- **Work task**
From the records below, set down exactly the lines starting with the line that contains "var change = Assert.Single(_book.Tick(70));" and going on through the line that contains "Assert.Null(book.Take(Change(ChangeKind.Raised, 1), 0));". Nothing else is wanted.

BEGIN Exercise materials

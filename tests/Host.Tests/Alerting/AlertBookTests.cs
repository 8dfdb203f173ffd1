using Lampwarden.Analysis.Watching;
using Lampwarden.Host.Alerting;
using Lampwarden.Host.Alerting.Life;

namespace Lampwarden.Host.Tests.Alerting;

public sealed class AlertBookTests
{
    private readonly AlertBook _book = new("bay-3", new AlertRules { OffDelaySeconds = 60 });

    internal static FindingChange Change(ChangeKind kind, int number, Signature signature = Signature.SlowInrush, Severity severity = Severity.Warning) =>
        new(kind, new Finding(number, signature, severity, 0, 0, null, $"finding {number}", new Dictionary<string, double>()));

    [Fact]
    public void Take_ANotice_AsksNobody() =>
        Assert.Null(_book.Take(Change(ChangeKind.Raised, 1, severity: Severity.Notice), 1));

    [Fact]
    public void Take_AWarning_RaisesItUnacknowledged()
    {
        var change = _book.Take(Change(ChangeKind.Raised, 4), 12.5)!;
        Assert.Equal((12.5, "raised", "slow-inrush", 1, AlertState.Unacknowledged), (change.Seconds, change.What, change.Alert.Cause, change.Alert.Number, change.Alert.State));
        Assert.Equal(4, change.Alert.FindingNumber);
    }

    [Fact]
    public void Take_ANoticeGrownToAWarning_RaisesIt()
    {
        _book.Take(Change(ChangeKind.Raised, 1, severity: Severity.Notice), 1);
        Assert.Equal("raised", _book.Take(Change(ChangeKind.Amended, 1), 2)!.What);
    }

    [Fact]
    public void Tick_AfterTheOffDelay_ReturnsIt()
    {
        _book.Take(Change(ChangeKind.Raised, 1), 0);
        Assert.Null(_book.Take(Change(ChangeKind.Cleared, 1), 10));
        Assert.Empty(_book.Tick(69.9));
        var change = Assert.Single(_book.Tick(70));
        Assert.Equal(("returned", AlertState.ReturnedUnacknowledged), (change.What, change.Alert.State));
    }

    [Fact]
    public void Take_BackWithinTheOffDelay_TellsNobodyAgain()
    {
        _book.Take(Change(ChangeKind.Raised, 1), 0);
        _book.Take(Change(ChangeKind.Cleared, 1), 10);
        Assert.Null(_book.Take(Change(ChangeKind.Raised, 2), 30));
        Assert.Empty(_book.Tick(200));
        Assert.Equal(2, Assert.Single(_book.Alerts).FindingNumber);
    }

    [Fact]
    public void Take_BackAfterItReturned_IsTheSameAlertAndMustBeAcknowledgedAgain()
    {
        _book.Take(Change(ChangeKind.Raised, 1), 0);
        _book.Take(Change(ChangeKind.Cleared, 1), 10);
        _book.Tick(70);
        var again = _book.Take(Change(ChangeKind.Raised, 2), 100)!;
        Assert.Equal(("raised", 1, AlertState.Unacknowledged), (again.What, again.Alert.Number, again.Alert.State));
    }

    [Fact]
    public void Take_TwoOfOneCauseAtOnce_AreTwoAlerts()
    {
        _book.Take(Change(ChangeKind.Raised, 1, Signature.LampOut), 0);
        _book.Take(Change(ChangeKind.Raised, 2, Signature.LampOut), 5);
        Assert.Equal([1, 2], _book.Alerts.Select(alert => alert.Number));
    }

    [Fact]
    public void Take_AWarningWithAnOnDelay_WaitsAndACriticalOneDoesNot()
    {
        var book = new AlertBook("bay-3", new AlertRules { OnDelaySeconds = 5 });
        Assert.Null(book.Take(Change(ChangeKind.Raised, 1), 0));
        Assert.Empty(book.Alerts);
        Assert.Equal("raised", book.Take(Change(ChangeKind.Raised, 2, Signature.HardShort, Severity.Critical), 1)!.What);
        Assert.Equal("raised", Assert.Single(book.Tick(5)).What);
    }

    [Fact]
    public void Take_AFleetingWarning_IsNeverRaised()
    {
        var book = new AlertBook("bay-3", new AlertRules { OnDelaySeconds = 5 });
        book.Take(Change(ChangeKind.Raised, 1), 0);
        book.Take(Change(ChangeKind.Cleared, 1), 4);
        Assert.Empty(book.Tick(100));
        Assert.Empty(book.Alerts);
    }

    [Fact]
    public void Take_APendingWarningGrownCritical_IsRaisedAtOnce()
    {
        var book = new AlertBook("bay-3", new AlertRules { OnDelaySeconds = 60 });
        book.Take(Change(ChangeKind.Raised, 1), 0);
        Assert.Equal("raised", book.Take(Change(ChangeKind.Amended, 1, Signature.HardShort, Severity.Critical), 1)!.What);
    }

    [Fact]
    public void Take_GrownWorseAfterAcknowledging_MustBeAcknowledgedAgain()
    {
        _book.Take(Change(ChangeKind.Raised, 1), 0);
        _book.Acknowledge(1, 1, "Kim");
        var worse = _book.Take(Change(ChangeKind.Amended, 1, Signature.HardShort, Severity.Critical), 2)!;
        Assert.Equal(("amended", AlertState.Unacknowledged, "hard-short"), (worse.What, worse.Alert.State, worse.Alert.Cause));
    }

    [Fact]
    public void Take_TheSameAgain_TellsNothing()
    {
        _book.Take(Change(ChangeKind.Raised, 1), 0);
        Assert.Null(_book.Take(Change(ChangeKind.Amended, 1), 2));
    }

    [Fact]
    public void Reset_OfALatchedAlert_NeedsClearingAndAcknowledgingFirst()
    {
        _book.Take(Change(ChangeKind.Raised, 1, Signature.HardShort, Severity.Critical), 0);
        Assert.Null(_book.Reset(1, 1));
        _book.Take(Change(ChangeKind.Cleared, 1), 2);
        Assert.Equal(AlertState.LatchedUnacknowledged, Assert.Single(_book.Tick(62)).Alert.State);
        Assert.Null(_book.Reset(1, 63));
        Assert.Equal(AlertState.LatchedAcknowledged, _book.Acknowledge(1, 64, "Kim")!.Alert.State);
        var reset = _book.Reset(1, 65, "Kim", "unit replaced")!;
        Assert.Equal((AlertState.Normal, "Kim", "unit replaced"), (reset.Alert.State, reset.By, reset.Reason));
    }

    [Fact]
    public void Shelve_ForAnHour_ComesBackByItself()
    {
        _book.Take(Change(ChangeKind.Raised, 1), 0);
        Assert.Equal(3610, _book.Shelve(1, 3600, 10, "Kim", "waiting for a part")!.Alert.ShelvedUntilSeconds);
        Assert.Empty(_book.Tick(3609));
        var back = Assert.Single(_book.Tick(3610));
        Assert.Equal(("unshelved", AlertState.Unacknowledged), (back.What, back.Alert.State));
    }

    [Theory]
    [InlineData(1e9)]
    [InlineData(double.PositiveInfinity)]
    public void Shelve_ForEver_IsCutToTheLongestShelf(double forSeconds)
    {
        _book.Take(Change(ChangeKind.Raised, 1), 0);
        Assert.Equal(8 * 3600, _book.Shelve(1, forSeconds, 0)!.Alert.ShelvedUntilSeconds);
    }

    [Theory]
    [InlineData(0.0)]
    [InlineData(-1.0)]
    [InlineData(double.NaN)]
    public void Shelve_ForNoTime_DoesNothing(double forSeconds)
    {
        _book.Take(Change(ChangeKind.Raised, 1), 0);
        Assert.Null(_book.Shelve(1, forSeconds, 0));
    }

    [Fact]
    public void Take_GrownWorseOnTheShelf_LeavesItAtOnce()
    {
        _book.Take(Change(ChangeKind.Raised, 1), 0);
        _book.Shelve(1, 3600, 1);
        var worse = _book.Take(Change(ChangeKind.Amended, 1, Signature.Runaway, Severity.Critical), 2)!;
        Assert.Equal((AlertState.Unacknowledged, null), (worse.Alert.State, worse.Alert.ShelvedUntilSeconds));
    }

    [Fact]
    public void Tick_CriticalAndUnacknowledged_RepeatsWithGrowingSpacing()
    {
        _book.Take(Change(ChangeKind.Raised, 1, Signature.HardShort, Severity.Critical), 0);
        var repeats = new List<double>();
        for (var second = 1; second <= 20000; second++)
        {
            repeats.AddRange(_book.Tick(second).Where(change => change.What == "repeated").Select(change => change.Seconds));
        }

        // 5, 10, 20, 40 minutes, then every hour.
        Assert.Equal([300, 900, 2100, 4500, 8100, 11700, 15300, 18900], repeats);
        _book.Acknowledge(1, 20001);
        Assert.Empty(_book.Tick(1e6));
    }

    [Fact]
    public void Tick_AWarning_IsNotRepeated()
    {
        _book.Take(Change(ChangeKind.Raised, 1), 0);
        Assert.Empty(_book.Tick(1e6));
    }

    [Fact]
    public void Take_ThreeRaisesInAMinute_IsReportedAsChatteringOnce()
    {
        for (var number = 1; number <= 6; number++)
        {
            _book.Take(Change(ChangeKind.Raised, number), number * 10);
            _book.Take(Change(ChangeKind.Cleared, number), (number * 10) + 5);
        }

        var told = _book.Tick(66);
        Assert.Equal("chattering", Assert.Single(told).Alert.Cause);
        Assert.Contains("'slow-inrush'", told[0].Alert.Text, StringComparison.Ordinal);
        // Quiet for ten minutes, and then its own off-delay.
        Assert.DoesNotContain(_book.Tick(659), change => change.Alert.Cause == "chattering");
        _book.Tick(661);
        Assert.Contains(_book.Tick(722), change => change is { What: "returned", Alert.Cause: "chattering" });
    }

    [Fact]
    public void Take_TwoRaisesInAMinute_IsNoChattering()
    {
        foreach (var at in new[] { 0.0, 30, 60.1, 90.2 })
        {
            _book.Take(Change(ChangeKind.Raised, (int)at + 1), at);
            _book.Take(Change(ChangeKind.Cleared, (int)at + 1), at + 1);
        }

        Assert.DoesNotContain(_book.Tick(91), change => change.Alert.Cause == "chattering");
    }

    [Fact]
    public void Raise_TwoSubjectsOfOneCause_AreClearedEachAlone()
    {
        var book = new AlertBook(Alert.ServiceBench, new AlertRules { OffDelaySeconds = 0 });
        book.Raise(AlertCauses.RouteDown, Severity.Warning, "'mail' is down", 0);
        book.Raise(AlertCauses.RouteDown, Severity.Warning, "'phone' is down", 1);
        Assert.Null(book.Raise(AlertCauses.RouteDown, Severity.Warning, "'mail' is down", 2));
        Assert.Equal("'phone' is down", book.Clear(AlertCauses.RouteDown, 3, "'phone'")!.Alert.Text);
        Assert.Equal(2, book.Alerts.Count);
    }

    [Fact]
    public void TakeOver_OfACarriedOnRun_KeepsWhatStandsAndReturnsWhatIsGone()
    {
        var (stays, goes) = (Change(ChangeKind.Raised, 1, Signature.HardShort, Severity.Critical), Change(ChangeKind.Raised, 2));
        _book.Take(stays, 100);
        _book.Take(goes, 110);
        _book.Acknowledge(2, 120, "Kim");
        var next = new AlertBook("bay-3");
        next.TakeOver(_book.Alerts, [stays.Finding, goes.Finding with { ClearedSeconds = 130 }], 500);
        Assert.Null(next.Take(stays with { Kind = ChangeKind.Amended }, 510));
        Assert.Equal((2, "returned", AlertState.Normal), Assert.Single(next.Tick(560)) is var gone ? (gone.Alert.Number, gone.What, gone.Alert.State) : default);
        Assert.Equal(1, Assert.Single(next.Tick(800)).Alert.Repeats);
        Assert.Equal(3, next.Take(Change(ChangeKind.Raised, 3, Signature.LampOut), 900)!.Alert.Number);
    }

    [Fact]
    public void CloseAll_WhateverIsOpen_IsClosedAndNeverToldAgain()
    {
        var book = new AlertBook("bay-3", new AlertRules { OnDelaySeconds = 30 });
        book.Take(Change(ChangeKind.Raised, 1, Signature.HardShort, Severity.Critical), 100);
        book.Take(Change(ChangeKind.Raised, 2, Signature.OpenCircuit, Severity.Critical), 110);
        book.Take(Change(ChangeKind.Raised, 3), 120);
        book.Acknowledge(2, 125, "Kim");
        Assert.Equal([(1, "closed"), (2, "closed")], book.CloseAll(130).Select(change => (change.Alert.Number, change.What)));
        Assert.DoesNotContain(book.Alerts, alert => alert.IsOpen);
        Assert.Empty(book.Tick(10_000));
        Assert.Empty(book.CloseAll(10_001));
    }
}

END Exercise materials

- **Response**
        var change = Assert.Single(_book.Tick(70));
        Assert.Equal(("returned", AlertState.ReturnedUnacknowledged), (change.What, change.Alert.State));
    }

    [Fact]
    public void Take_BackWithinTheOffDelay_TellsNobodyAgain()
    {
        _book.Take(Change(ChangeKind.Raised, 1), 0);
        _book.Take(Change(ChangeKind.Cleared, 1), 10);
        Assert.Null(_book.Take(Change(ChangeKind.Raised, 2), 30));
        Assert.Empty(_book.Tick(200));
        Assert.Equal(2, Assert.Single(_book.Alerts).FindingNumber);
    }

    [Fact]
    public void Take_BackAfterItReturned_IsTheSameAlertAndMustBeAcknowledgedAgain()
    {
        _book.Take(Change(ChangeKind.Raised, 1), 0);
        _book.Take(Change(ChangeKind.Cleared, 1), 10);
        _book.Tick(70);
        var again = _book.Take(Change(ChangeKind.Raised, 2), 100)!;
        Assert.Equal(("raised", 1, AlertState.Unacknowledged), (again.What, again.Alert.Number, again.Alert.State));
    }

    [Fact]
    public void Take_TwoOfOneCauseAtOnce_AreTwoAlerts()
    {
        _book.Take(Change(ChangeKind.Raised, 1, Signature.LampOut), 0);
        _book.Take(Change(ChangeKind.Raised, 2, Signature.LampOut), 5);
        Assert.Equal([1, 2], _book.Alerts.Select(alert => alert.Number));
    }

    [Fact]
    public void Take_AWarningWithAnOnDelay_WaitsAndACriticalOneDoesNot()
    {
        var book = new AlertBook("bay-3", new AlertRules { OnDelaySeconds = 5 });
        Assert.Null(book.Take(Change(ChangeKind.Raised, 1), 0));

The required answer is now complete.